### EXERCISE GOAL
Please repeat the records below exactly, but only from the line that contains "if (!outcome.ok) return outcome.error;" onward, ending with the last line.

### MATERIAL FOR THIS TASK
★ ★ ★ ★ ★
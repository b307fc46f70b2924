import { expect, it } from 'vitest';
import { treeOf } from './audit.ts';
import { audit } from './check-catalog.ts';

const sound = {
  'package.json': '{"devDependencies":{"zod":"catalog:","@farlug/solver":"workspace:*"}}',
  'pnpm-workspace.yaml': "packages:\n  - apps/*\n\ncatalog:\n  '@types/pg': 8.23.1\n  zod: 4.6.7\n",
  'pnpm-lock.yaml': "lockfileVersion: '9.0'\n",
};

it('accepts exact versions in one catalog', () => {
  expect(audit.find(treeOf(sound))).toEqual([]);
});

it.each([
  ['a version in a package', { 'package.json': '{"dependencies":{"zod":"4.6.7"}}' }],
  ['a range in the catalog', { 'pnpm-workspace.yaml': 'catalog:\n  zod: ^4.6.7\n' }],
  ['an empty catalog', { 'pnpm-workspace.yaml': 'packages:\n  - apps/*\n' }],
  [
    'a host in the lockfile',
    { 'pnpm-lock.yaml': 'resolution: {tarball: https://packages.example/zod.tgz}\n' },
  ],
])('finds %s', (_what, change) => {
  expect(audit.find(treeOf({ ...sound, ...change }))).toHaveLength(1);
});
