import type { Audit, Tree } from './audit.ts';

const documents = ['README.md', 'DEVELOPERS.md'];
const roots = /^(?:apps|packages|scripts|fixtures|docs|docker|\.ci)\//;

/** Paths in backticks; a segment in capitals or angle brackets stands for a name that the reader chooses. */
function mentioned(text: string): string[] {
  return [...text.matchAll(/`([^`\s]+)`/g)].map((match) => match[1] ?? '').filter((path) => roots.test(path));
}

function exists(tree: Tree, path: string): boolean {
  const pattern = path
    .replace(/\/$/, '')
    .replace(/[.+^$()|[\]\\]/g, '\\$&')
    .replace(/<[^>]+>|\*+|\bNAME\b|\bNNNN\b/g, '[^/]+')
    .replace(/\{([^}]+)\}/g, (_whole, list: string) => `(?:${list.split(',').join('|')})`);
  const known = new RegExp(`^${pattern}(?:/|$)`);
  return tree.files.some((file) => known.test(file));
}

export const audit: Audit = {
  name: 'every path in the documents exists',
  find: (tree) =>
    documents
      .filter((file) => tree.files.includes(file))
      .flatMap((file) =>
        mentioned(tree.read(file))
          .filter((path) => !exists(tree, path))
          .map((path) => `${file}: \`${path}\` does not exist`),
      ),
};
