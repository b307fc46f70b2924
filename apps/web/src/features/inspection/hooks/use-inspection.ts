import { getInspection, type InspectionView, recordDecision } from '@farlug/contract/routes';
import { type UseQueryResult, useQuery, useQueryClient } from '@tanstack/react-query';
import { useCallback } from 'react';
import type { z } from 'zod';
import type { ApiError } from '../../../lib/api-error.ts';
import { ask, call } from '../../../lib/call.ts';

const KEY = ['inspection'] as const;

export function useInspection(): UseQueryResult<InspectionView> {
  return useQuery({ queryKey: KEY, queryFn: ({ signal }) => ask(getInspection, { signal }) });
}

type Decision = z.input<typeof recordDecision.body>;

export function useRecordDecision(): (decision: Decision) => Promise<ApiError | null> {
  const cache = useQueryClient();
  return useCallback(
    async (body) => {
      const outcome = await call(recordDecision, { body });
      if (!outcome.ok) return outcome.error;
      await cache.invalidateQueries({ queryKey: KEY });
      return null;
    },
    [cache],
  );
}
★ ★ ★ ★ ★
### THE ANSWER
      if (!outcome.ok) return outcome.error;
      await cache.invalidateQueries({ queryKey: KEY });
      return null;
    },
    [cache],
  );
}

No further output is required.